TASK DIRECTIONS.
Gather every line from the entries below that includes "shown".

Saved data entries:
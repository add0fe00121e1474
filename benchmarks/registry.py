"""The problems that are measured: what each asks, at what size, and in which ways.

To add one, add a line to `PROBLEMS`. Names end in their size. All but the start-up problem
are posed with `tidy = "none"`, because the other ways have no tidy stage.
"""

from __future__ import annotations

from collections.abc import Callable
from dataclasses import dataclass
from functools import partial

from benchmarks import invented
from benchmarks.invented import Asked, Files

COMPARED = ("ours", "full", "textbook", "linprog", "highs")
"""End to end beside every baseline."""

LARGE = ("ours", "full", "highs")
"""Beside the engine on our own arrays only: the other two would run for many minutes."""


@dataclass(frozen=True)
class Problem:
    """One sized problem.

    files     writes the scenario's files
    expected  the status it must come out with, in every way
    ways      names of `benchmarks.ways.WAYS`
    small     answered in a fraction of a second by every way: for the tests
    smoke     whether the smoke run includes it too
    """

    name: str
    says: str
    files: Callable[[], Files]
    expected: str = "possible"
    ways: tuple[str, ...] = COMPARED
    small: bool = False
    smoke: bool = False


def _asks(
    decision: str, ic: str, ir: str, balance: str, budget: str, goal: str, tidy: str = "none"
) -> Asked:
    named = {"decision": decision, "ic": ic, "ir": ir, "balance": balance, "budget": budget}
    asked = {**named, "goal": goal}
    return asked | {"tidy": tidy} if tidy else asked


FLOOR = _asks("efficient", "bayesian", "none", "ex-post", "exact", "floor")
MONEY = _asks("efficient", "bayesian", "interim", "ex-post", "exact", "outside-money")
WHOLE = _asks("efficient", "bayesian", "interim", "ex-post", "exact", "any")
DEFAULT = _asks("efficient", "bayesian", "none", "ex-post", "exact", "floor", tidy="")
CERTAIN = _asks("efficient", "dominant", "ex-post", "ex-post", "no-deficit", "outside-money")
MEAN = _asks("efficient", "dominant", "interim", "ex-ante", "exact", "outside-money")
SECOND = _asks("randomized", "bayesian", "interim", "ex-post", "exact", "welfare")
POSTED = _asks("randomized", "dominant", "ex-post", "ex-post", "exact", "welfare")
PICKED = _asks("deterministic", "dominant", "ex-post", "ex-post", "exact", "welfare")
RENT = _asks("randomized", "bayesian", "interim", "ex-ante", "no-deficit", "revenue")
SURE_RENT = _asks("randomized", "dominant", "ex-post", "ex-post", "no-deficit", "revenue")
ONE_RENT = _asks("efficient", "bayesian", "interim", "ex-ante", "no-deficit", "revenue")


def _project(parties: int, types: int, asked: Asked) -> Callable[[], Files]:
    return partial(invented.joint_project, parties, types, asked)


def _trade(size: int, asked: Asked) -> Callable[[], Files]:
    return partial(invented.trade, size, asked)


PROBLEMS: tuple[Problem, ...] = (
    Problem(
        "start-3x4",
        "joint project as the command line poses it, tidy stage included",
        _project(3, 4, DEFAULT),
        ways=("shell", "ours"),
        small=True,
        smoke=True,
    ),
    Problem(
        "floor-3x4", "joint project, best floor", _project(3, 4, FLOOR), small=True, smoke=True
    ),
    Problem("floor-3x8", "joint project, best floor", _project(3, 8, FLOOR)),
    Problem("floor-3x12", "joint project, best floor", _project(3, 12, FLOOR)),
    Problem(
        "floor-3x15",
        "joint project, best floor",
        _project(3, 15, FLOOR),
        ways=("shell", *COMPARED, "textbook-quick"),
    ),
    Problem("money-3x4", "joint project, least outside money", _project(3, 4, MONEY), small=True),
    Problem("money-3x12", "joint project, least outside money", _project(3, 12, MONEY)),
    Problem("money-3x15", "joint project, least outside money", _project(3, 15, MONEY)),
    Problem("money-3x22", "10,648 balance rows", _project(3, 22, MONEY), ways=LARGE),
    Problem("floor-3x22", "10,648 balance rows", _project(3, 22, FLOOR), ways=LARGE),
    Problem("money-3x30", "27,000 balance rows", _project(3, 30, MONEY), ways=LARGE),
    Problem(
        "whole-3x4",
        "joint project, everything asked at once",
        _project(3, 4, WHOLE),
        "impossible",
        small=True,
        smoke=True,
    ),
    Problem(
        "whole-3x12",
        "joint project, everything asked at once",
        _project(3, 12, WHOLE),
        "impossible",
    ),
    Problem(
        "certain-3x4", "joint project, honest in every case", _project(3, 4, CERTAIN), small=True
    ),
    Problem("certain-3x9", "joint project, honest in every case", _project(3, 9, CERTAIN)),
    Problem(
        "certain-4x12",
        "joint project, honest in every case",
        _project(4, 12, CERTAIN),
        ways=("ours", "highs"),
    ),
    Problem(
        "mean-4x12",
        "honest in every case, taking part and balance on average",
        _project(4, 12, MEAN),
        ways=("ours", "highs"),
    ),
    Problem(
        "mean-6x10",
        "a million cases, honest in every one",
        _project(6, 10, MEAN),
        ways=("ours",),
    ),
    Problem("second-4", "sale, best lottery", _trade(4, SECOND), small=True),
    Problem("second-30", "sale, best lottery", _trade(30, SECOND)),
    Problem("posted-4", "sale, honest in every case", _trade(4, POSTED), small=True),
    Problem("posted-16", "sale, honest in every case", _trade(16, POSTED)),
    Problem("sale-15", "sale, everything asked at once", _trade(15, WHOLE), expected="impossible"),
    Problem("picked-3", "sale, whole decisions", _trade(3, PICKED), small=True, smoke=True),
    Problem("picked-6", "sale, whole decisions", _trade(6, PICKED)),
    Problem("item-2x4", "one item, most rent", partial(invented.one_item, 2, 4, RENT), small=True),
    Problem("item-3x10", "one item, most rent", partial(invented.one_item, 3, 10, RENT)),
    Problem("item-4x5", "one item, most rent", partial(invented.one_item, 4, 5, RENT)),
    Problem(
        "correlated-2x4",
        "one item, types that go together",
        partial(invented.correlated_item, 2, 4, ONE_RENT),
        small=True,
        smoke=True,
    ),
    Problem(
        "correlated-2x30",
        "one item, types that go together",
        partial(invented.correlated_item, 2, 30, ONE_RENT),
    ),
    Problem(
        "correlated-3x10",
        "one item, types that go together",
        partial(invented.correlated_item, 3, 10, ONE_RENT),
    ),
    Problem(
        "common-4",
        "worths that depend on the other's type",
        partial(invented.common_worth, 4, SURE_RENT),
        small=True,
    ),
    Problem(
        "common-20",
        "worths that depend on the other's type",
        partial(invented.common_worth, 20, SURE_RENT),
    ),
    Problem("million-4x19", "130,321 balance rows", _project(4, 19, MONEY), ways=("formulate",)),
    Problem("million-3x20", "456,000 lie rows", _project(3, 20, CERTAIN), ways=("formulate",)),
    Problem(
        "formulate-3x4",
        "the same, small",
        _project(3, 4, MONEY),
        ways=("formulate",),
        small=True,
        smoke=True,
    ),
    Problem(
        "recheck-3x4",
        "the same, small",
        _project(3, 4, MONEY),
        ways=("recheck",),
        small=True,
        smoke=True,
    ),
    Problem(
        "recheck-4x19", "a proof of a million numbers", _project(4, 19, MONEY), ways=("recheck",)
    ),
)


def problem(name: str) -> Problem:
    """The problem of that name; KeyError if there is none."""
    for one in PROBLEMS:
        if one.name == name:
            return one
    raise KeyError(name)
--
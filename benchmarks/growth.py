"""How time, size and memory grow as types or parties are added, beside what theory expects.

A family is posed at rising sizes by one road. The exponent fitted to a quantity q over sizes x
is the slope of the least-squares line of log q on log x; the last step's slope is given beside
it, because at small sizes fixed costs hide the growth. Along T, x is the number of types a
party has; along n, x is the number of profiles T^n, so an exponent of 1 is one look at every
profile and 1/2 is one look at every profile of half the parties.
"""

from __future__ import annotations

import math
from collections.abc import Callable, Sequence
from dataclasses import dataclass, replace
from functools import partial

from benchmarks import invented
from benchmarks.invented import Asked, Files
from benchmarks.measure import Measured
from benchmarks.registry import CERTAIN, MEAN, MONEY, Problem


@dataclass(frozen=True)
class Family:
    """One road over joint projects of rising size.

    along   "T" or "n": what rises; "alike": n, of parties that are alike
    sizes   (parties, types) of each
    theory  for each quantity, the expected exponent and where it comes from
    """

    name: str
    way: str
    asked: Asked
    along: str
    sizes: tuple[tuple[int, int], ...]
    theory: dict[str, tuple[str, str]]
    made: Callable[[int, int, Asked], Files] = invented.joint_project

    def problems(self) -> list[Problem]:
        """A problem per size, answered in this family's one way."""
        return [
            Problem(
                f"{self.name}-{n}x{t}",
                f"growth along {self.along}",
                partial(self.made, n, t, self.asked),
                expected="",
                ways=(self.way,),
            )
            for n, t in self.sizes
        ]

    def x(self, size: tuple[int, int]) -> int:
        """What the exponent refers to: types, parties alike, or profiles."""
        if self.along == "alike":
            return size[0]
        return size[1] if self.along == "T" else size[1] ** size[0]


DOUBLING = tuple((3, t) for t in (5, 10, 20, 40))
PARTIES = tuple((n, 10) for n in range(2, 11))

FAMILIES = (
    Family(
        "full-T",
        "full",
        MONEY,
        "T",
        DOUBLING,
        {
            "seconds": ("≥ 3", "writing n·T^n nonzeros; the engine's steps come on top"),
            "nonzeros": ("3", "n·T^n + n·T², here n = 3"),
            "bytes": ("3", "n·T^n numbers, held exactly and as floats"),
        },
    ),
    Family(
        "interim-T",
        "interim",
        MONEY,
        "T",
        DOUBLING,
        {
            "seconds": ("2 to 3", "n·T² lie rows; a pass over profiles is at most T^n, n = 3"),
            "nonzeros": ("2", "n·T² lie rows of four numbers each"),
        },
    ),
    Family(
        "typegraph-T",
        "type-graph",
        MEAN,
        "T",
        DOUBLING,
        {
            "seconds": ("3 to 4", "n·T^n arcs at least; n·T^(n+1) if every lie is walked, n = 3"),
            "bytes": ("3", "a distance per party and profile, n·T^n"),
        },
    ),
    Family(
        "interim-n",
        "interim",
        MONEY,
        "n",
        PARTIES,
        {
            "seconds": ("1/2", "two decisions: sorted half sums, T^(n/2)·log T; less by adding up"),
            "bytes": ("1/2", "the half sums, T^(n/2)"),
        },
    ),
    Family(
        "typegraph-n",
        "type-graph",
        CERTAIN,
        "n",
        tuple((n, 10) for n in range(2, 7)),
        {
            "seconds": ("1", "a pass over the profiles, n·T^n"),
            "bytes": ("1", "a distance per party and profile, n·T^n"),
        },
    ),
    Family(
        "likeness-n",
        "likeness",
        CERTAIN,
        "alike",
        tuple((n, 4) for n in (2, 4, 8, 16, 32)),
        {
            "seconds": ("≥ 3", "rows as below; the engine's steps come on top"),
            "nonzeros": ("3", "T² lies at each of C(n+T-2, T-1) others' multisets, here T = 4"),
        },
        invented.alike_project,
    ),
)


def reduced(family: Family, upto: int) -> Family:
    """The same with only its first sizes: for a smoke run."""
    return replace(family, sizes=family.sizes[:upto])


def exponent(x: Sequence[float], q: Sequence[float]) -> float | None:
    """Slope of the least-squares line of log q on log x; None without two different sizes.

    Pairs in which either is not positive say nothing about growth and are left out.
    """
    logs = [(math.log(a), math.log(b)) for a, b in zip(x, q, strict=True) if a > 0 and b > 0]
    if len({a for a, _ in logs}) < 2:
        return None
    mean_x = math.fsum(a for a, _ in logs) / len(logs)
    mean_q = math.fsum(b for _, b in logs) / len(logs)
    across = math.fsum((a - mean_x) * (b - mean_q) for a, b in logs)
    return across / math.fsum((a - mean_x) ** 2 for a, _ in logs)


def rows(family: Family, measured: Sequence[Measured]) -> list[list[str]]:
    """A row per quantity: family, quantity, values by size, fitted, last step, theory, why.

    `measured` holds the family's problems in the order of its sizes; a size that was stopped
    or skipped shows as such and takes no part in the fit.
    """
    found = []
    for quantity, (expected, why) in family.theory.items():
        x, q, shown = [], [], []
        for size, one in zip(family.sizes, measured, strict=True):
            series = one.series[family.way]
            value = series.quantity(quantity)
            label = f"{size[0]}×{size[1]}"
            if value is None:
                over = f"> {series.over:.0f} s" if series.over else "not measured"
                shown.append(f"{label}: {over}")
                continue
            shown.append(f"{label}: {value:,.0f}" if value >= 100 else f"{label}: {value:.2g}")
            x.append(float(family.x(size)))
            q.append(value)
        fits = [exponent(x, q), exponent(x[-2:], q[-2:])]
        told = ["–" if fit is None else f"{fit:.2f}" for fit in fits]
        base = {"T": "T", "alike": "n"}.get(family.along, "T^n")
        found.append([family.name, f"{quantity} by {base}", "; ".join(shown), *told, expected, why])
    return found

EXERCISE RESPONSE.
        x, q, shown = [], [], []
                shown.append(f"{label}: {over}")
            shown.append(f"{label}: {value:,.0f}" if value >= 100 else f"{label}: {value:.2g}")
        found.append([family.name, f"{quantity} by {base}", "; ".join(shown), *told, expected, why])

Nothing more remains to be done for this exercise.